= Beginning of Section =
/* Keeps the metadata of the folder at hand until the end. */
static enum firn_status keep_for_later(struct job *job, const struct firn_item *item)
{
    struct archive_entry *entry = job->run.entry;
    bool more = archive_entry_xattr_count(entry) > 0 || archive_entry_acl_types(entry) != 0;
    void *record;
    enum firn_status status = firn_names_add(job->folders, job->run.name, strlen(job->run.name), &record, NULL);
    struct later *later = record;

    if (status != FIRN_OK)
        return status;
    *later = (struct later){ .asked = true,
                             .number = item->number,
                             .mode = archive_entry_perm(entry) & 07777,
                             .timed = archive_entry_mtime_is_set(entry) != 0,
                             .seconds = archive_entry_mtime(entry),
                             .nanoseconds = archive_entry_mtime_nsec(entry) };
    firn_outlet_metadata_owner(&job->metadata, entry, &later->uid, &later->gid);
    if (more) {
        later->pax = (const uint8_t *)firn_names_keep(job->folders, (const char *)item->pax, item->pax_bytes);
        later->pax_bytes = item->pax_bytes;
    }
    return more && later->pax == NULL ? FIRN_NO_MEMORY : FIRN_OK;
}

/* Makes the folder, also in place of something else if that may be replaced. Returns 0, EEXIST or another errno. */
static int make_or_replace(struct job *job, int folder)
{
    struct stat facts;

    if (mkdirat(folder, job->last, S_IRWXU) == 0)
        return 0;
    if (errno != EEXIST || !job->run.options->replace
        || fstatat(folder, job->last, &facts, AT_SYMLINK_NOFOLLOW) != 0 || S_ISDIR(facts.st_mode))
        return errno;
    return unlinkat(folder, job->last, 0) == 0 && mkdirat(folder, job->last, S_IRWXU) == 0 ? 0 : errno;
}

static enum firn_status make_folder(struct job *job, const struct firn_item *item, int folder)
{
    bool ours = firn_names_find(job->folders, job->run.name, strlen(job->run.name)) != NULL;
    int error = make_or_replace(job, folder);
    enum firn_status status = FIRN_OK;
    struct stat facts;

    if (error == EEXIST && (fstatat(folder, job->last, &facts, AT_SYMLINK_NOFOLLOW) != 0 || !S_ISDIR(facts.st_mode)))
        return fail(job, EEXIST);
    if (error != 0 && error != EEXIST)
        return fail(job, error);
    if (error == 0 || ours || job->run.options->replace)
        status = keep_for_later(job, item);
    return status == FIRN_OK ? firn_outlet_run_written(&job->run, false) : status;
}

static void give_later(struct job *job, const char *name, const struct later *later)
{
    struct archive_entry *entry = job->later_entry;
    struct firn_attributes_place place = { .descriptor = -1 };
    struct firn_outlet_shortfall shortfall = { 0 };
    struct firn_item item = { .pax = later->pax, .pax_bytes = later->pax_bytes };
    const char *last;
    int folder, error = 0;

    archive_entry_clear(entry);
    archive_entry_set_mode(entry, AE_IFDIR | later->mode);
    archive_entry_set_uid(entry, later->uid);
    archive_entry_set_gid(entry, later->gid);
    if (later->timed)
        archive_entry_set_mtime(entry, later->seconds, later->nanoseconds);
    if (later->pax != NULL && firn_pax_entry(job->run.pax, &item, &entry) != FIRN_OK)
        entry = job->later_entry;
    memcpy(job->run.name, name, strlen(name) + 1);
    job->run.number = later->number;
    if (firn_outlet_place_find(&job->place, name, false, &folder, &last, &error) == FIRN_OK) {
        place.descriptor = openat(folder, last, O_RDONLY | O_DIRECTORY | O_NOFOLLOW | O_CLOEXEC);
        error = errno;
    }
    if (place.descriptor < 0) {
        shortfall = (struct firn_outlet_shortfall){ .what = "all of it", .os_error = error };
    } else {
        firn_outlet_metadata_give(&job->metadata, &place, entry, &shortfall);
        close(place.descriptor);
    }
    if (shortfall.what != NULL)
        firn_outlet_run_tell(&job->run, FIRN_OUTLET_METADATA, shortfall.os_error, shortfall.what);
}

/* From the last one made to the first, so that a folder that locks us out comes after all that lies in it. */
static void give_all_later(struct job *job)
{
    for (size_t i = firn_names_count(job->folders); i > 0; i--) {
        const char *name;
        const struct later *later = firn_names_at(job->folders, i - 1, &name);

        if (later->asked)
            give_later(job, name, later);
    }
}

/* ---- links, devices, fifos ---- */

static int make_symlink(void *self, int folder, const char *name)
{
    return symlinkat(archive_entry_symlink(self), folder, name);
}

static int make_node(void *self, int folder, const char *name)
{
    struct archive_entry *entry = self;
    mode_t type = (mode_t)archive_entry_filetype(entry);
    dev_t device = type == AE_IFIFO ? 0 : makedev((unsigned)archive_entry_rdevmajor(entry),
                                                  (unsigned)archive_entry_rdevminor(entry));

    return mknodat(folder, name, type | S_IRUSR | S_IWUSR, device);
}

static enum firn_status make_special(struct job *job, int folder, firn_outlet_stage_maker *make)
{
    struct firn_outlet_shortfall shortfall;
    struct firn_attributes_place place = { .descriptor = -1, .folder = folder };
    struct stat facts;

    if (firn_outlet_stage_make(&job->stage, folder, make, job->run.entry) < 0)
        return fail(job, errno);
    place.name = job->stage.name;
    firn_outlet_metadata_give(&job->metadata, &place, job->run.entry, &shortfall);
    if (job->run.target != NULL && fstatat(folder, job->stage.name, &facts, AT_SYMLINK_NOFOLLOW) == 0) {
        job->run.target->device = facts.st_dev;
        job->run.target->inode = facts.st_ino;
    }
    return settle(job, &shortfall, false);
}

struct known {
    int folder;
    const char *name;
};

static int make_link(void *self, int folder, const char *name)
{
    const struct known *known = self;

    return linkat(known->folder, known->name, folder, name, 0);
}

/* Leads to what this run wrote, or to nothing: whatever else may stand there by now is not linked to. */
static enum firn_status make_hard_link(struct job *job, int folder)
{
    const struct firn_outlet_target *target = firn_outlet_run_link(&job->run);
    const struct firn_outlet_shortfall none = { 0 };
    struct known known;
    struct stat facts;
    int os_error;

    if (target == NULL)
        return FIRN_OK;
    if (firn_outlet_place_find(&job->link_place, target->place, false, &known.folder, &known.name, &os_error) != FIRN_OK
        || fstatat(known.folder, known.name, &facts, AT_SYMLINK_NOFOLLOW) != 0 || facts.st_dev != target->device
        || facts.st_ino != target->inode) {
        firn_outlet_run_tell(&job->run, FIRN_OUTLET_LINK, 0, "the file it is a hard link to is not there any more");
        return FIRN_OK;
    }
    if (firn_outlet_stage_make(&job->stage, folder, make_link, &known) < 0)
        return fail(job, errno);
    return settle(job, &none, false);
}

static enum firn_status make_bare(struct job *job, const struct firn_item *item)
{
    struct archive_entry *entry = job->run.entry;
    int folder;
    enum firn_status status = find_place(job, &folder);

    if (status != FIRN_OK)
        return status == FIRN_END ? FIRN_OK : status;
    if (archive_entry_hardlink(entry) != NULL)
        return make_hard_link(job, folder);
    switch (archive_entry_filetype(entry)) {
    case AE_IFDIR:
        return make_folder(job, item, folder);
    case AE_IFLNK:
        return make_special(job, folder, make_symlink);
    case AE_IFIFO:
        return make_special(job, folder, make_node);
    case AE_IFCHR:
    case AE_IFBLK:
        if (job->run.options->devices)
            return make_special(job, folder, make_node);
        firn_outlet_run_tell(&job->run, FIRN_OUTLET_REFUSED, 0, "a device");
        return FIRN_OK;
    default:
        firn_outlet_run_tell(&job->run, FIRN_OUTLET_REFUSED, 0, "an unknown kind of item");
        return FIRN_OK;
    }
}

/* ---- files ---- */

static int make_file(void *self, int folder, const char *name)
{
    const mode_t *mode = self;

    return openat(folder, name, O_WRONLY | O_CREAT | O_EXCL | O_NOFOLLOW | O_CLOEXEC, *mode);
}

/* Whether the file at hand can be put where it belongs, before its content is read for nothing. */
static bool is_welcome(struct job *job)
{
    struct stat facts;
    int folder;

    job->over = find_place(job, &folder);
    if (job->over == FIRN_OK) {
        if (fstatat(folder, job->last, &facts, AT_SYMLINK_NOFOLLOW) != 0) {
            if (errno == ENOENT)
                return true;
            job->over = fail(job, errno);
        } else {
            if (!S_ISDIR(facts.st_mode) && job->run.options->replace)
                return true;
            firn_outlet_run_tell(&job->run, FIRN_OUTLET_EXISTS, 0, S_ISDIR(facts.st_mode) ? "a folder" : "");
        }
    }
    if (job->over == FIRN_END)      /* told of already */
        job->over = FIRN_OK;
    return job->over != FIRN_OK;
}

static void give_up_file(struct job *job)
{
    if (job->file >= 0)
        close(job->file);
    job->file = -1;
    firn_outlet_stage_drop(&job->stage);
}

/* Writes a whole small file; returns 0 or errno. Closes it. */
static int write_all(int file, const char *bytes, size_t count)
{
    int error = 0;

    while (count > 0 && error == 0) {
        ssize_t done = write(file, bytes, count);

        if (done > 0) {
            bytes += done;
            count -= (size_t)done;
        } else if (done == 0 || errno != EINTR) {
            error = done == 0 ? EIO : errno;
        }
    }
    return close(file) != 0 && error == 0 ? errno : error;
}
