static int run(const struct firn_args *args, struct firn_view *view)
{
    struct labelling l = { .args = args, .view = view };
    const char *what = args->operand_count > 0 ? args->operands[0] : "";
    bool is_new = strcmp(what, "new") == 0;
    int exit;

    if (!is_new && strcmp(what, "check") != 0)
        return firn_trouble_usage(view, *what == '\0' ? "WORD" : what, "say 'label new' or 'label check'");
    exit = refuse_foreign(&l, is_new);
    if (exit == FIRN_EXIT_SOUND)
        exit = read_rules(&l);
    if (exit != FIRN_EXIT_SOUND)
        return exit;
    return is_new ? make_new(&l) : check(&l);
}

const struct firn_command firn_command_label = {
    .name = "label",
    .summary = "a shelf-mark with a check character; check one that was typed",
    .usage = "new [MARK] [options]\n"
             "       firn label check MARK... [options]",
    .about = "The check character (ISO/IEC 7064) gives away what hands do to marks. MOD 37-2 sees\n"
             "every single wrong character and every swap up to 35 places apart. MOD 37,36 does\n"
             "without * and lets 0.16 % of swapped neighbours pass. MOD 11-2 is for digits: swaps\n"
             "up to 9 apart. Blanks and - . / : _ do not count. Which marks you give is for your\n"
             "institution's rules to say. check exits 65 when a mark is wrong.\n",
    .example = "  firn label new 'MQ 1931/7' --container quay-1931.firn --svg label.svg\n"
               "  firn label check 'MQ 1913/7-2'\n",
    .options = options, .option_count = sizeof options / sizeof options[0], .run = run
};
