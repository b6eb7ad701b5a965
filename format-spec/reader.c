/* format-spec/reader.c - reads firn containers of format 1 when nothing else is left that can */
/* SPDX-License-Identifier: BSD-2-Clause */
/*
 * You have a file whose first line is FIRN CONTAINER, FORMAT 1. This program lists it, checks it, and gives back what
 * is in it. It is ISO C99, needs the standard library only, and is meant to be read beside the specification, whose
 * pages are named above each part. It is plain rather than fast.
 *
 *     cc -O2 -o reader reader.c
 *
 *     reader FILE               lists what is in the container
 *     reader FILE -c            reads everything, compares every digest, says what is lost
 *     reader FILE -t ARCHIVE    writes a pax archive of everything that is whole; tar can unpack it
 *     reader FILE -x FOLDER     writes the files into FOLDER, which must be there, each under its number and the last
 *                               part of its name, for standard C can make no folders: the list has the whole name.
 *                               Damaged files are written too, with zeros for what is lost, and .damaged behind the
 *                               name. Title page, specification and the source of this program come along.
 *
 * It never writes to FILE, and over nothing that is there. Exit status: 0 all is intact; 1 there is damage, and every
 * byte was brought back; 2 bytes are lost, and it says which; 64 and up: it could not work.
 */
#define _FILE_OFFSET_BITS 64 /* some systems open files of more than 2 GiB only then; others do not mind */
#include <inttypes.h>
#include <limits.h>
#include <stdbool.h>
#include <stdio.h>
#include <stdlib.h>
#include <string.h>

typedef unsigned char byte;

enum { SAFE = 1, LOSS = 2, USAGE = 64, BAD_DATA = 65, NO_INPUT = 66, CANNOT_CREATE = 73 };

static uint64_t get(const byte *from, unsigned bytes) /* numbers in a container are little-endian */
{
    uint64_t value = 0;
    while (bytes-- > 0)
        value = value << 8 | from[bytes];
    return value;
}

static void put(byte *to, uint64_t value, unsigned bytes)
{
    for (; bytes-- > 0; value >>= 8)
        *to++ = (byte)(value & 0xFF);
}

static uint64_t swap(uint64_t value, unsigned bytes) /* its bytes in the opposite order */
{
    uint64_t swapped = 0;
    for (; bytes > 0; bytes--, value >>= 8)
        swapped = swapped << 8 | (value & 0xFF);
    return swapped;
}

static uint64_t lesser(uint64_t a, uint64_t b) { return a < b ? a : b; }

static void *room(void *old, uint64_t bytes) /* memory, or the end of the program */
{
    void *memory = bytes > (size_t)-1 / 2 ? NULL : realloc(old, bytes > 0 ? (size_t)bytes : 1);
    if (memory == NULL) {
        fprintf(stderr, "reader: not enough memory for %" PRIu64 " bytes\n", bytes);
        exit(BAD_DATA);
    }
    return memory;
}

/* ---- hash.md: XXH3-128, in the letters of that page ------------------------------------------------------------ */

#define P1 UINT64_C(0x9E3779B185EBCA87)
#define P2 UINT64_C(0xC2B2AE3D27D4EB4F)
#define P3 UINT64_C(0x165667B19E3779F9)
#define P4 UINT64_C(0x85EBCA77C2B2AE63)
#define P5 UINT64_C(0x27D4EB2F165667C5)
#define M1 UINT64_C(0x165667919E3779F9)
#define M2 UINT64_C(0x9FB21C651E98DF25)
#define Q1 UINT64_C(0x9E3779B1)
#define Q2 UINT64_C(0x85EBCA77)
#define Q3 UINT64_C(0xC2B2AE3D)
#define LOW32 UINT64_C(0xFFFFFFFF)

static const byte S[192] = {
    0xB8, 0xFE, 0x6C, 0x39, 0x23, 0xA4, 0x4B, 0xBE, 0x7C, 0x01, 0x81, 0x2C, 0xF7, 0x21, 0xAD, 0x1C, 0xDE, 0xD4, 0x6D,
    0xE9, 0x83, 0x90, 0x97, 0xDB, 0x72, 0x40, 0xA4, 0xA4, 0xB7, 0xB3, 0x67, 0x1F, 0xCB, 0x79, 0xE6, 0x4E, 0xCC, 0xC0,
    0xE5, 0x78, 0x82, 0x5A, 0xD0, 0x7D, 0xCC, 0xFF, 0x72, 0x21, 0xB8, 0x08, 0x46, 0x74, 0xF7, 0x43, 0x24, 0x8E, 0xE0,
    0x35, 0x90, 0xE6, 0x81, 0x3A, 0x26, 0x4C, 0x3C, 0x28, 0x52, 0xBB, 0x91, 0xC3, 0x00, 0xCB, 0x88, 0xD0, 0x65, 0x8B,
    0x1B, 0x53, 0x2E, 0xA3, 0x71, 0x64, 0x48, 0x97, 0xA2, 0x0D, 0xF9, 0x4E, 0x38, 0x19, 0xEF, 0x46, 0xA9, 0xDE, 0xAC,
    0xD8, 0xA8, 0xFA, 0x76, 0x3F, 0xE3, 0x9C, 0x34, 0x3F, 0xF9, 0xDC, 0xBB, 0xC7, 0xC7, 0x0B, 0x4F, 0x1D, 0x8A, 0x51,
    0xE0, 0x4B, 0xCD, 0xB4, 0x59, 0x31, 0xC8, 0x9F, 0x7E, 0xC9, 0xD9, 0x78, 0x73, 0x64, 0xEA, 0xC5, 0xAC, 0x83, 0x34,
    0xD3, 0xEB, 0xC3, 0xC5, 0x81, 0xA0, 0xFF, 0xFA, 0x13, 0x63, 0xEB, 0x17, 0x0D, 0xDD, 0x51, 0xB7, 0xF0, 0xDA, 0x49,
    0xD3, 0x16, 0x55, 0x26, 0x29, 0xD4, 0x68, 0x9E, 0x2B, 0x16, 0xBE, 0x58, 0x7D, 0x47, 0xA1, 0xFC, 0x8F, 0xF8, 0xB8,
    0xD1, 0x7A, 0xD0, 0x31, 0xCE, 0x45, 0xCB, 0x3A, 0x8F, 0x95, 0x16, 0x04, 0x28, 0xAF, 0xD7, 0xFB, 0xCA, 0xBB, 0x4B,
    0x40, 0x7E
};

struct pair { uint64_t low, high; };

static struct pair multiply(uint64_t a, uint64_t b) /* all 128 bits of the product */
{
    uint64_t ll = (a & LOW32) * (b & LOW32), lh = (a & LOW32) * (b >> 32);
    uint64_t hl = (a >> 32) * (b & LOW32), hh = (a >> 32) * (b >> 32);
    uint64_t middle = (ll >> 32) + (lh & LOW32) + hl;
    struct pair product = { middle << 32 | (ll & LOW32), hh + (lh >> 32) + (middle >> 32) };
    return product;
}

static uint64_t fold(uint64_t a, uint64_t b)
{
    struct pair product = multiply(a, b);
    return product.low ^ product.high;
}

static uint64_t mix(uint64_t h)
{
    h = (h ^ h >> 37) * M1;
    return h ^ h >> 32;
}

static uint64_t mix64(uint64_t h)
{
    h = (h ^ h >> 33) * P2;
    h = (h ^ h >> 29) * P3;
    return h ^ h >> 32;
}

static uint64_t s64(unsigned at) { return get(S + at, 8); }

static uint64_t pair_of(const byte *x, unsigned s) { return fold(get(x, 8) ^ s64(s), get(x + 8, 8) ^ s64(s + 8)); }

static struct pair hash_short(const byte *x, size_t n) /* sections 3 to 6: up to 16 bytes */
{
    struct pair h, product;
    uint64_t a, b;
    if (n == 0) {
        h.low = mix64(s64(64) ^ s64(72));
        h.high = mix64(s64(80) ^ s64(88));
    } else if (n <= 3) {
        a = (uint64_t)x[n / 2] << 24 | (uint64_t)x[0] << 16 | (uint64_t)n << 8 | x[n - 1];
        b = swap(a, 4);
        b = (b << 13 | b >> 19) & LOW32;
        h.low = mix64(a ^ get(S, 4) ^ get(S + 4, 4));
        h.high = mix64(b ^ get(S + 8, 4) ^ get(S + 12, 4));
    } else if (n <= 8) {
        a = (get(x, 4) | get(x + n - 4, 4) << 32) ^ s64(16) ^ s64(24);
        product = multiply(a, P1 + 4 * n);
        product.high += 2 * product.low;
        product.low ^= product.high >> 3;
        product.low = (product.low ^ product.low >> 35) * M2;
        h.low = product.low ^ product.low >> 28;
        h.high = mix(product.high);
    } else {
        a = get(x, 8);
        b = get(x + n - 8, 8);
        product = multiply(a ^ b ^ s64(32) ^ s64(40), P1);
        product.low += (uint64_t)(n - 1) << 54;
        b ^= s64(48) ^ s64(56);
        product.high += b + (b & LOW32) * (Q2 - 1);
        h = multiply(product.low ^ swap(product.high, 8), P2);
        h.low = mix(h.low);
        h.high = mix(h.high + product.high * P2);
    }
    return h;
}

static void take_two(uint64_t *a, uint64_t *b, const byte *x, size_t i, size_t j, unsigned s)
{
    *a = (*a + pair_of(x + i, s)) ^ (get(x + j, 8) + get(x + j + 8, 8));
    *b = (*b + pair_of(x + j, s + 16)) ^ (get(x + i, 8) + get(x + i + 8, 8));
}

static struct pair hash_middle(const byte *x, size_t n) /* section 7: 17 to 240 bytes */
{
    uint64_t a = n * P1, b = 0;
    unsigned i;
    if (n <= 128) {
        for (i = (unsigned)(n - 1) / 32 + 1; i-- > 0;)
            take_two(&a, &b, x, 16 * i, n - 16 * i - 16, 32 * i);
    } else {
        for (i = 0; i < 4; i++)
            take_two(&a, &b, x, 32 * i, 32 * i + 16, 32 * i);
        a = mix(a);
        b = mix(b);
        for (; i < n / 32; i++)
            take_two(&a, &b, x, 32 * i, 32 * i + 16, 32 * i - 125);
        take_two(&a, &b, x, n - 16, n - 32, 103);
    }
    struct pair h = { mix(a + b), 0 - mix(a * P1 + b * P4 + n * P2) };
    return h;
}

static void stripe(uint64_t A[8], const byte *x, unsigned s)
{
    for (unsigned e = 0; e < 8; e++) {
        uint64_t v = get(x + 8 * e, 8), key = v ^ s64(s + 8 * e);
        A[e ^ 1] += v;
        A[e] += (key & LOW32) * (key >> 32);
    }
}
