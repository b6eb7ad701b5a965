/* format-spec/reader.c - reads firn containers of format 1 when nothing else is left that can */
/* SPDX-License-Identifier: BSD-2-Clause */
/*
 * You have a file whose first line is FIRN CONTAINER, FORMAT 1. This program lists it, checks it, and gives back what is
 * in it. It is ISO C99, needs the standard library only, and is meant to be read beside the specification, whose pages
 * are named above each part. It is plain rather than fast.
 *
 *     cc -O2 -o reader reader.c
 *
 *     reader FILE               lists what is in the container
 *     reader FILE -c            reads everything, compares every digest, says what is lost
 *     reader FILE -t ARCHIVE    writes a pax archive with everything in it that is whole; tar can unpack it
 *     reader FILE -x FOLDER     writes the files into FOLDER, which must be there, with numbers before their names;
 *                               FOLDER/place.sh then gives them their own names, folders, dates and modes; damaged files
 *                               are written too, with zeros for what is lost, under a name that ends in .damaged
 *     reader FILE -s FOLDER     writes the specification and the source of this program into FOLDER
 *
 * It never writes to FILE. Exit status: 0 all is intact; 1 there is damage, and every byte was brought back; 2 bytes are
 * lost, and it says which; 64 and up: it could not work.
 */
#define _FILE_OFFSET_BITS 64       /* some systems open files of more than 2 GiB only then; others do not mind */
#include <inttypes.h>
#include <limits.h>
#include <stdarg.h>
#include <stdbool.h>
#include <stdio.h>
#include <stdlib.h>
#include <string.h>

typedef unsigned char byte;

enum { SAFE = 1, LOSS = 2, USAGE = 64, BAD_DATA = 65, NO_INPUT = 66, CANNOT_CREATE = 73 };

/* Numbers in a container are little-endian. */
static uint64_t get(const byte *from, unsigned bytes)
{
    uint64_t value = 0;

    while (bytes-- > 0)
        value = value << 8 | from[bytes];
    return value;
}

static void put(byte *to, uint64_t value, unsigned bytes)
{
    for (; bytes-- > 0; value >>= 8)
        *to++ = (byte)(value & 0xFF);
}
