static void tell_share(void *self, const struct firn_collate_share *share)
{
    struct collating *c = self;
    char words[600];
    struct firn_text text;
    bool any = false;

    if (c->view->json) {
        firn_view_begin(c->view, "collate-share", NULL);
        firn_view_words(c->view, "source", NULL, share->source);
        firn_view_hex(c->view, "id", NULL, share->id, sizeof share->id);
        firn_view_count(c->view, "found", NULL, share->found);
        firn_view_count(c->view, "mended", NULL, share->mended);
        firn_view_count(c->view, "reread", NULL, share->reread);
        firn_view_count(c->view, "damaged", NULL, share->damaged);
        firn_view_count(c->view, "known", NULL, share->known);
        firn_view_end(c->view);
        return;
    }
    if (c->view->quiet)
        return;
    firn_text_start(&text, words, sizeof words);
    firn_text_add(&text, "gave ");
    firn_text_add_hex(&text, share->id, sizeof share->id);
    firn_text_add(&text, " ");
    add_part(&text, &any, share->found, "good blocks");
    add_part(&text, &any, share->mended, "mended by their lanes");
    add_part(&text, &any, share->reread, "right when read again");
    add_part(&text, &any, share->damaged, "damaged");
    add_part(&text, &any, share->known, "that were known");
    firn_view_line(c->view, share->source, words);
}

static void tell_container_json(struct firn_view *view, const struct firn_collate_container *told)
{
    static const char *const titles[] = { [FIRN_COLLATE_TITLE_PROTECTED] = "protected",
                                          [FIRN_COLLATE_TITLE_UNPROTECTED] = "unprotected",
                                          [FIRN_COLLATE_TITLE_NONE] = "none" };

    firn_view_begin(view, "collate", NULL);
    firn_view_words(view, "container", NULL, told->path == NULL ? "" : told->path);
    firn_view_hex(view, "id", NULL, told->id, sizeof told->id);
    firn_view_count(view, "blocks", NULL, told->blocks);
    firn_view_count(view, "found", NULL, told->found);
    firn_view_count(view, "mended", NULL, told->mended);
    firn_view_count(view, "reread", NULL, told->reread);
    firn_view_count(view, "voted", NULL, told->voted);
    firn_view_count(view, "rebuilt", NULL, told->rebuilt);
    firn_view_count(view, "lost", NULL, told->lost);
    firn_view_count(view, "contradicting", NULL, told->contradicting);
    firn_view_switch(view, "end-known", told->end_known);
    firn_view_words(view, "title-page", NULL, titles[told->title]);
    firn_view_end(view);
}

/* A container made of others is a replication; what had to be put right on the way is a recovery. */
static void record(struct collating *c, const struct firn_collate_container *told, bool whole)
{
    char note[200];
    struct firn_text text;
    struct firn_events_event event = {
        .type = FIRN_EVENTS_REPLICATION, .outcome = whole ? FIRN_EVENTS_SUCCESS : FIRN_EVENTS_FAILURE,
        .container = told->path == NULL ? c->options.output : told->path, .made = true, .id = told->id, .note = note,
        .detail = "put together block by block from all sources", .others = c->args->operands,
        .other_count = c->args->operand_count
    };

    firn_text_start(&text, note, sizeof note);
    firn_text_add(&text, "%" PRIu64 " blocks: %" PRIu64 " as they were found, %" PRIu64 " lost", told->blocks,
                  told->found, told->lost);
    firn_events_tell(&c->events, &event);
    if (told->mended + told->reread + told->voted + told->rebuilt + told->lost == 0)
        return;
    event.type = FIRN_EVENTS_RECOVERY;
    event.detail = "by the blocks' own check words, further readings, other copies, and the reserve";
    firn_text_start(&text, note, sizeof note);
    firn_text_add(&text, "%" PRIu64 " blocks mended, %" PRIu64 " right when read again, %" PRIu64 " put together, ",
                  told->mended, told->reread, told->voted);
    firn_text_add(&text, "%" PRIu64 " rebuilt, %" PRIu64 " lost", told->rebuilt, told->lost);
    firn_events_tell(&c->events, &event);
}
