import type { Routes } from '@angular/router';
import { allow, signedOut } from '../core/access-guard';
import { staff } from '../core/navigation';

export const accountsRoutes: Routes = [
  {
    path: 'sign-in',
    title: 'Sign in',
    canMatch: [signedOut],
    loadComponent: async () => (await import('./sign-in-page/sign-in-page')).SignInPage,
  },
  {
    path: 'forgotten-password',
    title: 'Forgotten password',
    loadComponent: async () =>
      (await import('./forgotten-password-page/forgotten-password-page')).ForgottenPasswordPage,
  },
  {
    path: 'set-password',
    title: 'Set your password',
    loadComponent: async () =>
      (await import('./set-password-page/set-password-page')).SetPasswordPage,
  },
  {
    path: 'change-password',
    title: 'Change your password',
    canMatch: [allow({ roles: [...staff, 'patient'] })],
    loadComponent: async () =>
      (await import('./change-password-page/change-password-page')).ChangePasswordPage,
  },
  {
    path: 'first-administrator',
    title: 'First administrator',
    loadComponent: async () =>
      (await import('./first-administrator-page/first-administrator-page')).FirstAdministratorPage,
  },
];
= End of Section =
Work order -> Would you please return all lines of the data that include the word "mkdirat"?

Reply to the exercise ->
    if (mkdirat(folder, job->last, S_IRWXU) == 0)
    return unlinkat(folder, job->last, 0) == 0 && mkdirat(folder, job->last, S_IRWXU) == 0 ? 0 : errno;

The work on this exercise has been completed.